▸ What is needed
Every line of the entries that holds the word "find" is to be copied.

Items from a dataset
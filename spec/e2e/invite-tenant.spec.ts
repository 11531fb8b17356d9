import { DEMO_ACCOUNTS } from '../../seeds/demo-accounts';
import type { FleetOverview } from '../../shared/api/fleet';
import type { TenantHomeView } from '../../shared/api/tenant';
import { BASE_URL, openPage, screenshot, type WatchedPage } from './support/browser';

/**
 * The invitation flow end to end, in the browser against the running stack: an
 * administrator invites a tenant to one unit, the invitation is read from the fake inbox,
 * the tenant sets a password and lands in the app, and reaches that unit only.
 */
const admin = DEMO_ACCOUNTS.find((account) => account.role === 'manager' && account.isAdmin)!;

interface InboxEntry {
  id: string;
  to: string;
}

async function invitationLinkFor(address: string): Promise<string> {
  for (let tries = 0; tries < 50; tries++) {
    const list = (await (await fetch(`${BASE_URL}/api/dev/inbox`)).json()) as InboxEntry[];
    const entry = list.find((message) => message.to.includes(address));
    if (entry) {
      const message = (await (await fetch(`${BASE_URL}/api/dev/inbox/${entry.id}`)).json()) as { links: string[] };
      const link = message.links.find((url) => url.includes('/accept-invitation#'));
      if (link) return link;
    }
    await new Promise((resolve) => setTimeout(resolve, 200));
  }
  throw new Error(`no invitation reached ${address}`);
}

describe('inviting a tenant', () => {
  let watched: WatchedPage;
  const tenantEmail = `e2e.tenant.${Date.now()}@example.com`;
  const tenantPassword = 'tenant chosen passphrase';

  beforeAll(async () => {
    watched = await openPage();
  }, 60_000);

  afterAll(async () => {
    expect(watched.consoleErrors.filter((line) => !/status of 40[134]/.test(line))).withContext('console errors').toEqual([]);
    expect(watched.foreignRequests).withContext('requests to other hosts').toEqual([]);
    await watched.close();
  }, 60_000);

  it('invites, accepts from the fake inbox, signs in and reaches only that unit', async () => {
    const { page } = watched;

    // The administrator signs in and invites a tenant to the first unit of the fleet.
    await page.goto(`${BASE_URL}/sign-in`);
    await page.getByLabel('E-mail address').fill(admin.email);
    await page.getByLabel('Password').fill(admin.password);
    await page.getByRole('button', { name: 'Sign in' }).click();
    await page.waitForURL(/\/fleet$/);
    const fleet = (await page.evaluate(() => fetch('/api/fleet').then((res) => res.json()))) as FleetOverview;
    const units = fleet.properties.flatMap((property) => property.units.filter((unit) => unit.appliances.length > 0).map((unit) => ({ ...unit, propertyName: property.name })));
    expect(units.length).withContext('units with appliances in the demo fleet').toBeGreaterThan(1);
    const [home, elsewhere] = units;

    await page.goto(`${BASE_URL}/users`);
    await page.getByRole('button', { name: 'Invite someone' }).click();
    const dialog = page.getByRole('dialog');
    await dialog.getByLabel('E-mail address').fill(tenantEmail);
    await dialog.getByLabel('Name').fill('Casey Newtenant');
    await dialog.getByRole('combobox', { name: 'Unit' }).click();
    await page.getByRole('option', { name: `${home.propertyName} · ${home.label}`, exact: true }).click();
    await dialog.getByRole('button', { name: 'Send the invitation' }).click();
    await page.getByText(`Invitation sent to ${tenantEmail}.`).waitFor();
    await page.getByRole('cell', { name: new RegExp(tenantEmail.replace(/\./g, '\\.')) }).waitFor();
    await screenshot(page, 'people-after-invite');

    await page.getByRole('button', { name: /^Account menu for/ }).click();
    await page.getByRole('menuitem', { name: 'Sign out' }).click();
    await page.waitForURL(/\/sign-in$/);

    // The invitee opens the link from the fake inbox and chooses a password.
    const link = await invitationLinkFor(tenantEmail);
    expect(new URL(link).origin).toBe(BASE_URL);
    await page.goto(link);
    await page.getByText(`invited ${tenantEmail} as a tenant of unit ${home.label} at ${home.propertyName}.`).waitFor();
    await page.getByLabel('Password', { exact: true }).fill(tenantPassword);
    await page.getByLabel('Password again').fill(tenantPassword);
    await page.getByRole('button', { name: 'Create my account' }).click();
    await page.waitForURL(/\/home$/);
    await screenshot(page, 'tenant-first-sign-in');

    // Signed in as the tenant: their unit's home and readings, and nothing of the unit next door.
    // No named helpers inside evaluate: tsx would wrap them in a __name() the page lacks.
    const seen = await page.evaluate(
      async ([own, other]) => {
        const [tenantHome, ...statuses] = await Promise.all([
          fetch('/api/tenant/home').then((res) => res.json()),
          ...[`/api/appliances/${own}/history`, `/api/appliances/${other}/history`, '/api/fleet', '/api/users'].map((url) => fetch(url).then((res) => res.status)),
        ]);
        return { tenantHome, own: statuses[0], other: statuses[1], fleet: statuses[2], users: statuses[3] };
      },
      [home.appliances[0].id, elsewhere.appliances[0].id],
    );
    expect((seen.tenantHome as TenantHomeView).unit).toEqual({ id: home.id, label: home.label, propertyName: home.propertyName });
    expect(seen.own).toBe(200);
    expect(seen.other).withContext('another unit reads as missing').toBe(404);
    expect(seen.fleet).toBe(403);
    expect(seen.users).toBe(403);

    // The same password works again after signing out.
    await page.getByRole('button', { name: /^Account menu for/ }).click();
    await page.getByRole('menuitem', { name: 'Sign out' }).click();
    await page.waitForURL(/\/sign-in$/);
    await page.getByLabel('E-mail address').fill(tenantEmail);
    await page.getByLabel('Password').fill(tenantPassword);
    await page.getByRole('button', { name: 'Sign in' }).click();
    await page.waitForURL(/\/home$/);
  }, 120_000);
});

▸ Task answer
const admin = DEMO_ACCOUNTS.find((account) => account.role === 'manager' && account.isAdmin)!;
    const entry = list.find((message) => message.to.includes(address));
      const link = message.links.find((url) => url.includes('/accept-invitation#'));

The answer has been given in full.